::: Supplied records :::
using System.CommandLine;
using System.Globalization;
using Spatial.Scenario;

namespace Spatial.Cli.Verbs;

/// <summary><c>spatial scenario --out DIR [--seed N] [--stations N] [--seasons N]</c>: writes the invented Marrowfell region.</summary>
internal static class ScenarioVerb
{
    public static Command Create(CliEnv env)
    {
        var outOption = new Option<string>("--out") { Description = "Folder to write the region into (created when needed).", Required = true };
        var seedOption = new Option<int>("--seed") { Description = "Seed of the stations, weather and faults (the island is fixed).", DefaultValueFactory = _ => ScenarioOptions.Default.Seed };
        var stationsOption = new Option<int>("--stations") { Description = $"Number of stations (1–{ScenarioOptions.MaxStations}).", DefaultValueFactory = _ => ScenarioOptions.Default.Stations };
        var seasonsOption = new Option<int>("--seasons") { Description = $"Number of seasons ending with {ScenarioOptions.Default.LastSeason} (2–{ScenarioOptions.MaxSeasons}).", DefaultValueFactory = _ => ScenarioOptions.Default.Seasons };
        var threadsOption = new Option<int?>("--threads") { Description = "Most threads to use (default: all cores); the output does not depend on it." };

        var cmd = new Command("scenario", "Write the invented demo region Marrowfell: DEM, coastline, stations, daily snow records with faults, and ground truth.");
        cmd.Options.Add(outOption);
        cmd.Options.Add(seedOption);
        cmd.Options.Add(stationsOption);
        cmd.Options.Add(seasonsOption);
        cmd.Options.Add(threadsOption);
        cmd.SetAction(parseResult =>
        {
            var folder = parseResult.GetValue(outOption)!;
            var options = new ScenarioOptions(
                Seed: parseResult.GetValue(seedOption),
                Stations: parseResult.GetValue(stationsOption),
                Seasons: parseResult.GetValue(seasonsOption),
                MaxThreads: parseResult.GetValue(threadsOption));
            Check(options.Stations is >= 1 and <= ScenarioOptions.MaxStations, $"--stations must be 1–{ScenarioOptions.MaxStations}; got {options.Stations}.");
            Check(options.Seasons is >= 2 and <= ScenarioOptions.MaxSeasons, $"--seasons must be 2–{ScenarioOptions.MaxSeasons}; got {options.Seasons}.");
            Check(options.MaxThreads is null or >= 1, $"--threads must be at least 1; got {options.MaxThreads}.");
            Check(!File.Exists(folder), $"--out names a file, not a folder: {folder}.");

            var json = parseResult.GetValue(CliApp.Json);
            var started = DateTime.UtcNow;
            var paths = CliOutput.WithProgress(env, json, "scenario", progress =>
            {
                var scenario = MarrowfellScenario.Generate(options, progress);
                return ScenarioFiles.Write(folder, scenario);
            });
            RunManifest.Record(folder, "scenario", [], new Dictionary<string, string?>
            {
                ["seed"] = options.Seed.ToString(CultureInfo.InvariantCulture),
                ["stations"] = options.Stations.ToString(CultureInfo.InvariantCulture),
                ["seasons"] = options.Seasons.ToString(CultureInfo.InvariantCulture),
                ["last_season"] = options.LastSeason.ToString(CultureInfo.InvariantCulture),
            });
            var seconds = (DateTime.UtcNow - started).TotalSeconds;
            var files = paths.Select(p => new ScenarioFileSummary(Path.GetFileName(p), new FileInfo(p).Length)).ToArray();
            if (json)
            {
                CliOutput.WriteJson(env, new ScenarioSummary(folder, options.Seed, options.Stations, options.Seasons, options.FirstSeason, options.LastSeason, files));
            }
            else
            {
                env.Out.WriteLine(FormattableString.Invariant($"Marrowfell (invented): {options.Stations} stations, seasons {options.FirstSeason}–{options.LastSeason}, seed {options.Seed}, in {seconds:F1} s:"));
                foreach (var f in files)
                {
                    env.Out.WriteLine(FormattableString.Invariant($"  {Path.Combine(folder, f.File)}  ({f.Bytes / 1024.0:F0} KiB)"));
                }
            }

            return ExitCodes.Done;
        });
        return cmd;
    }

    private static void Check(bool ok, string message)
    {
        if (!ok)
        {
            throw new UsageException(message);
        }
    }

    private sealed record ScenarioFileSummary(string File, long Bytes);

    private sealed record ScenarioSummary(string Folder, int Seed, int Stations, int Seasons, int FirstSeason, int LastSeason, IReadOnlyList<ScenarioFileSummary> Files);
}
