/**
 * npm run test:browser: opens the HTML job report in headless Chromium (Debian's, driven by
 * playwright-core) and checks the page's text and the chart's SVG against the model's numbers.
 * Then prints it to PDF at A4 and Letter and reads the pages back with pdftotext: every page
 * carries the job and its number, and no table is split across two pages.
 * Needs /usr/bin/chromium and pdftotext (Debian packages "chromium", "poppler-utils"); npm test
 * does not run this.
 */
import { execFileSync } from 'node:child_process';
import { existsSync, mkdtempSync, readFileSync, writeFileSync } from 'node:fs';
import { tmpdir } from 'node:os';
import { join } from 'node:path';
import { fileURLToPath, pathToFileURL } from 'node:url';
import { chromium } from 'playwright-core';

const root = fileURLToPath(new URL('..', import.meta.url));
const executablePath = process.env.CHROMIUM ?? '/usr/bin/chromium';
if (!existsSync(executablePath)) {
  console.error(`test:browser needs Chromium at ${executablePath} (Debian package "chromium").`);
  process.exit(1);
}

const out = mkdtempSync(join(tmpdir(), 'dctriage-browser-'));
const report = join(out, 'report.html');
// The recorded job, with typed text that a Markdown renderer would turn into links.
const job = join(out, 'job.json');
const recorded = JSON.parse(readFileSync(join(root, 'cases', '2026-10-14-press-feed-field-weak.json'), 'utf8'));
// Without its worked checks, so the report lists checks still to do with the isolation before them.
delete recorded.checks;
recorded.outcome.notes += ' Manual: http://example.com/manual, www.example.org and [the drawing](http://example.com/d.pdf).';
writeFileSync(job, JSON.stringify(recorded));
execFileSync(process.execPath, [join(root, 'dist', 'cli.mjs'), 'diagnose', job, '--report', report], { stdio: ['ignore', 'ignore', 'inherit'] });
const expected = JSON.parse(execFileSync(process.execPath, [join(root, 'dist', 'cli.mjs'), 'expect', job, '--json'], { encoding: 'utf8' }));

const profile = mkdtempSync(join(tmpdir(), 'dctriage-chromium-'));
// A fresh profile each run; Playwright takes the user-data dir as a parameter, not a flag.
const browser = await chromium.launchPersistentContext(profile, {
  executablePath,
  headless: true,
  args: ['--headless', '--no-sandbox', '--disable-gpu', '--no-first-run', '--disable-background-networking', '--disable-component-update', '--disable-sync', '--disable-quic'],
});
let failures = 0;
let passed = 0;
const check = (what, ok, detail = '') => {
  if (ok) passed++;
  else failures++;
  console.log(`${ok ? 'ok  ' : 'FAIL'} ${what}${ok || !detail ? '' : `: ${detail}`}`);
};
try {
  const page = browser.pages()[0] ?? (await browser.newPage());
  await page.goto(pathToFileURL(report).href);
  const text = await page.locator('body').innerText();
  check('the page has the report title', /Job report: PF-3 feed roll/.test(text));
  check('dangers come before the causes', text.indexOf('Dangers found') >= 0 && text.indexOf('Dangers found') < text.indexOf('Likely causes'));
  check('the leading cause is named by its title', text.includes('Field weak'));
  check('the readings table shows measured and expected speed', /speed\s+2010 rpm\s+1586 rpm\s+127 %/.test(text), text.match(/speed\s+[^\n]*/)?.[0]);
  const svg = page.locator('figure.chart > svg');
  check('the chart is drawn inline as SVG', (await svg.count()) === 1);
  const healthy = await page.locator('polyline[data-series="healthy"]').getAttribute('points');
  const vertices = (healthy ?? '').trim().split(/\s+/).filter(Boolean);
  check('the healthy curve has a vertex per computed point', vertices.length >= 20, `${vertices.length} vertices`);
  const measured = page.locator('circle[data-series="measured"]');
  check('the measured point is marked once', (await measured.count()) === 1);
  const box = await svg.boundingBox();
  check('the chart is laid out with a size', !!box && box.width > 200 && box.height > 100, JSON.stringify(box));
  const [cy, ys] = [Number(await measured.getAttribute('cy')), vertices.map((v) => Number(v.split(',')[1]))];
  check('the measured point sits above the healthy curve (faster than healthy)', cy < Math.min(...ys), `cy ${cy}, curve y ${Math.min(...ys)}–${Math.max(...ys)}`);
  const desc = await page.locator('figure.chart > svg > desc').textContent();
  check('the chart describes itself in words', (desc ?? '').includes(`${Math.round(expected.quantities.speed.value)} rpm`), desc ?? '');
  check('the HTML carries no script', !/<script/i.test(readFileSync(report, 'utf8')));
  check('typed text makes no live link', (await page.locator('a').count()) === 0 && text.includes('http://example.com/manual'), `${await page.locator('a').count()} links`);

  // Numbering: the checks count 1, 2, 3… and the isolation steps their own 1…n, apart.
  const checkHeadings = await page.locator('h3').allInnerTexts();
  const checks = checkHeadings.filter((h) => h.startsWith('Check '));
  check('the checks are numbered 1, 2, 3… whatever comes between them', checks.length >= 2 && checks.every((h, k) => h.startsWith(`Check ${k + 1}: `)), checks.join(' | '));
  const isolationList = page.locator('h3:has-text("Isolation, before check") ~ ol').first();
  const steps = await isolationList.locator('> li').count();
  const start = (await isolationList.getAttribute('start')) ?? '1';
  check('the isolation steps are numbered from 1 in a list of their own', steps >= 5 && start === '1', `${steps} steps from ${start}`);
  const reading = page.locator('td', { hasText: /^2010 rpm$/ });
  check('numbers in the readings table are right-aligned', (await reading.evaluate((el) => getComputedStyle(el).textAlign)) === 'right');

  // Print: A4 and Letter, the job and the page number on every page, no table split.
  for (const format of ['A4', 'Letter']) {
    const pdf = join(out, `report-${format}.pdf`);
    await page.pdf({ path: pdf, format, displayHeaderFooter: false, preferCSSPageSize: false });
    const pages = execFileSync('pdftotext', ['-layout', pdf, '-'], { encoding: 'utf8' }).split('\f').filter((p) => p.trim());
    check(`${format}: the report prints on 2 to 8 pages`, pages.length >= 2 && pages.length <= 8, `${pages.length} pages`);
    check(`${format}: every page carries the work order, the asset and its number`, pages.every((p, k) => p.includes('WO-70311') && p.includes('PF-3 feed roll') && p.includes(`Page ${k + 1} of ${pages.length}`)), pages.map((p) => p.slice(0, 80)).join(' / '));
    const onPage = (needle) => pages.findIndex((p) => p.includes(needle));
    const tables = [['Nameplate', 'insulation class'], ['Reading', 'with measured field'], ['Reading after the repair', '1595 rpm'], ['Signature', 'Returned to service by']];
    const split = tables.filter(([first, last]) => onPage(first) < 0 || onPage(first) !== onPage(last));
    check(`${format}: no table is split across pages`, split.length === 0, JSON.stringify(split.map(([f, l]) => [f, onPage(f), l, onPage(l)])));
    const signatures = onPage('Returned to service by');
    check(`${format}: the sign-off heading is on the page of its table`, signatures >= 0 && onPage('Sign-off') === signatures);
  }
} finally {
  await browser.close();
}
console.log(`\n${passed} passed, ${failures} failed`);
process.exit(failures ? 1 : 0);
:::
• _What this task involves_
Gather, from the listing above, every line carrying the word "Letter".

• _Expected answer_
 * Then prints it to PDF at A4 and Letter and reads the pages back with pdftotext: every page
  // Print: A4 and Letter, the job and the page number on every page, no table split.
  for (const format of ['A4', 'Letter']) {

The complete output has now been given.